Popular valuation ratios that take market capitalization as an input include price to earnings, price to free cash flow, price to book value and enterprise value to EBITDA. Price to earnings is calculated by dividing market cap by 12-month net income and can reference trailing earnings or projected future earnings. Price to free cash flow is calculated by dividing market cap by 12-month free cash flow. Free cash flow can be calculated by subtracting capital expenses from cash flow from operations, and this ratio can also use historical or projected returns.

Price to book value is calculated by dividing market cap by total shareholder equity. Shareholder equity is the balance of total assets and liabilities. The enterprise value to EBITDA ratio functions similarly to the price to earnings ratio. Enterprise value is calculated by summing the market value of common and preferred equity, minority interest and net debt. EBITDA refers to earnings before interest, taxes, deprecation and amortization, and measures operational returns in the short term.

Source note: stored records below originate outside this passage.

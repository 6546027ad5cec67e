'use client';

import { useRouter } from 'next/navigation';
import { type FormEvent, useState } from 'react';
import { Button } from '@/components/ui/button';
import { Field } from '@/components/ui/field';

/** Takes a verification code as it is printed, with or without its dashes. */
export function VerifyForm() {
  const router = useRouter();
  const [code, setCode] = useState('');
  const [tried, setTried] = useState(false);
  function check(event: FormEvent) {
    event.preventDefault();
    setTried(true);
    if (code.trim()) router.push(`/verify/${encodeURIComponent(code.trim())}`);
  }
  return (
    <form onSubmit={check} className="flex flex-col gap-4">
      <Field
        label="Verification code"
        hint="Twelve letters and digits, such as 7K2M-9QXT-04HB. It stands beside the signature."
        autoComplete="off"
        autoCapitalize="characters"
        spellCheck={false}
        value={code}
        onChange={(event) => setCode(event.target.value)}
        error={tried && !code.trim() ? 'Type the code from the certificate.' : null}
      />
      <Button type="submit" variant="primary">
        Check
      </Button>
    </form>
  );
}
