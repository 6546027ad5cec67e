import { readSmiles, type GraphAtom } from './smiles-graph';

/**
 * Classes of liquids whose molecules hold together by hydrogen bonds, by how far Maxwell-Bonnell misses them:
 * alcohols and glycols; carboxylic acids (dimers); and other: water, phenols with a free hydroxyl, amides with
 * an N-H. Amines count as not associated: measured against their Wagner sets they lie within the error of the
 * liquids that do not associate.
 */
export type AssociationClass = 'alcohol' | 'acid' | 'other';

/** What a structure holds, found by associationFeaturesOf or by any structure library. */
export type AssociationFeatures = {
  isWater: boolean;
  alcohol: boolean;
  carboxylicAcid: boolean;
  /** A hydroxyl on an aromatic or olefinic carbon, not tied up by a carbonyl group beside it. */
  phenol: boolean;
  /** An amide with at least one N-H. */
  amideWithNH: boolean;
};

/** The class of an associated liquid, or null. An acid counts before an alcohol, an alcohol before the rest. */
export function associationClassOf(features: AssociationFeatures): AssociationClass | null {
  if (features.carboxylicAcid) return 'acid';
  if (features.alcohol) return 'alcohol';
  return features.isWater || features.phenol || features.amideWithNH ? 'other' : null;
}

/**
 * Features from a SMILES text, or null where it cannot be read. The rule is common practice: a hydroxyl whose
 * carbon bears =O is an acid's, one on an sp2 carbon a phenol's, any other an alcohol's. A phenol with a carbonyl
 * group in ortho (salicylaldehyde, methyl salicylate) bonds within itself and does not count: measured against
 * their Wagner sets these two behave like liquids that do not associate.
 */
export function associationFeaturesOf(smiles: string): AssociationFeatures | null {
  const atoms = readSmiles(smiles.trim());
  if (!atoms) return null;
  const features: AssociationFeatures = {
    isWater: atoms.length === 1 && atoms[0]!.element === 'O' && atoms[0]!.charge === 0,
    alcohol: false,
    carboxylicAcid: false,
    phenol: false,
    amideWithNH: false,
  };
  for (const atom of atoms) {
    if (isHydroxyl(atom)) {
      const carbon = atoms[atom.bonds[0]!.to]!;
      if (carbon.element !== 'C') continue;
      if (hasCarbonyl(atoms, carbon)) features.carboxylicAcid = true;
      else if (!isSp2(atoms, carbon)) features.alcohol = true;
      else if (!hasOrthoCarbonyl(atoms, carbon)) features.phenol = true;
    } else if (isNitrogenWithHydrogen(atom)) {
      if (neighbours(atoms, atom).some((n) => n.element === 'C' && hasCarbonyl(atoms, n))) {
        features.amideWithNH = true;
      }
    }
  }
  return features;
}

/** The association class of a structure: null if it does not associate, undefined if the SMILES is not understood. */
export function associationClassOfSmiles(smiles: string): AssociationClass | null | undefined {
  const features = associationFeaturesOf(smiles);
  return features ? associationClassOf(features) : undefined;
}

function neighbours(atoms: GraphAtom[], atom: GraphAtom): GraphAtom[] {
  return atom.bonds.map((bond) => atoms[bond.to]!);
}

function isHydroxyl(atom: GraphAtom): boolean {
  return atom.element === 'O' && atom.charge === 0 && atom.bonds.length === 1 && atom.bonds[0]!.order === 1;
}

function isNitrogenWithHydrogen(atom: GraphAtom): boolean {
  if (atom.element !== 'N' || atom.aromatic || atom.charge !== 0) return false;
  if (atom.writtenHydrogens !== null) return atom.writtenHydrogens > 0;
  return atom.bonds.reduce((sum, bond) => sum + bond.order, 0) < 3;
}

function hasCarbonyl(atoms: GraphAtom[], carbon: GraphAtom): boolean {
  return carbon.bonds.some((bond) => bond.order === 2 && atoms[bond.to]!.element === 'O');
}

function isSp2(atoms: GraphAtom[], carbon: GraphAtom): boolean {
  return carbon.aromatic || carbon.bonds.some((b) => b.order === 2 && atoms[b.to]!.element === 'C');
}

function hasOrthoCarbonyl(atoms: GraphAtom[], phenolCarbon: GraphAtom): boolean {
  return neighbours(atoms, phenolCarbon).some(
    (ortho) =>
      ortho.element === 'C' &&
      isSp2(atoms, ortho) &&
      neighbours(atoms, ortho).some((n) => n.element === 'C' && n !== phenolCarbon && hasCarbonyl(atoms, n)),
  );
}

Market capitalization is used to set investor expectations and shape investment strategy. There is no official barrier for different categories of stocks based on size, but large caps are often companies with market caps over $10 billion, mid cap is $2 billion to $10 billion and small cap refers to companies under $2 billion. Different types of investment strategies focus on the various market cap groups, and different valuation methods are applied depending on company size. Very large market caps are usually associated with mature, low-growth companies that pay dividends. Small caps are often growth companies with higher-risk profiles and generally do not pay dividends.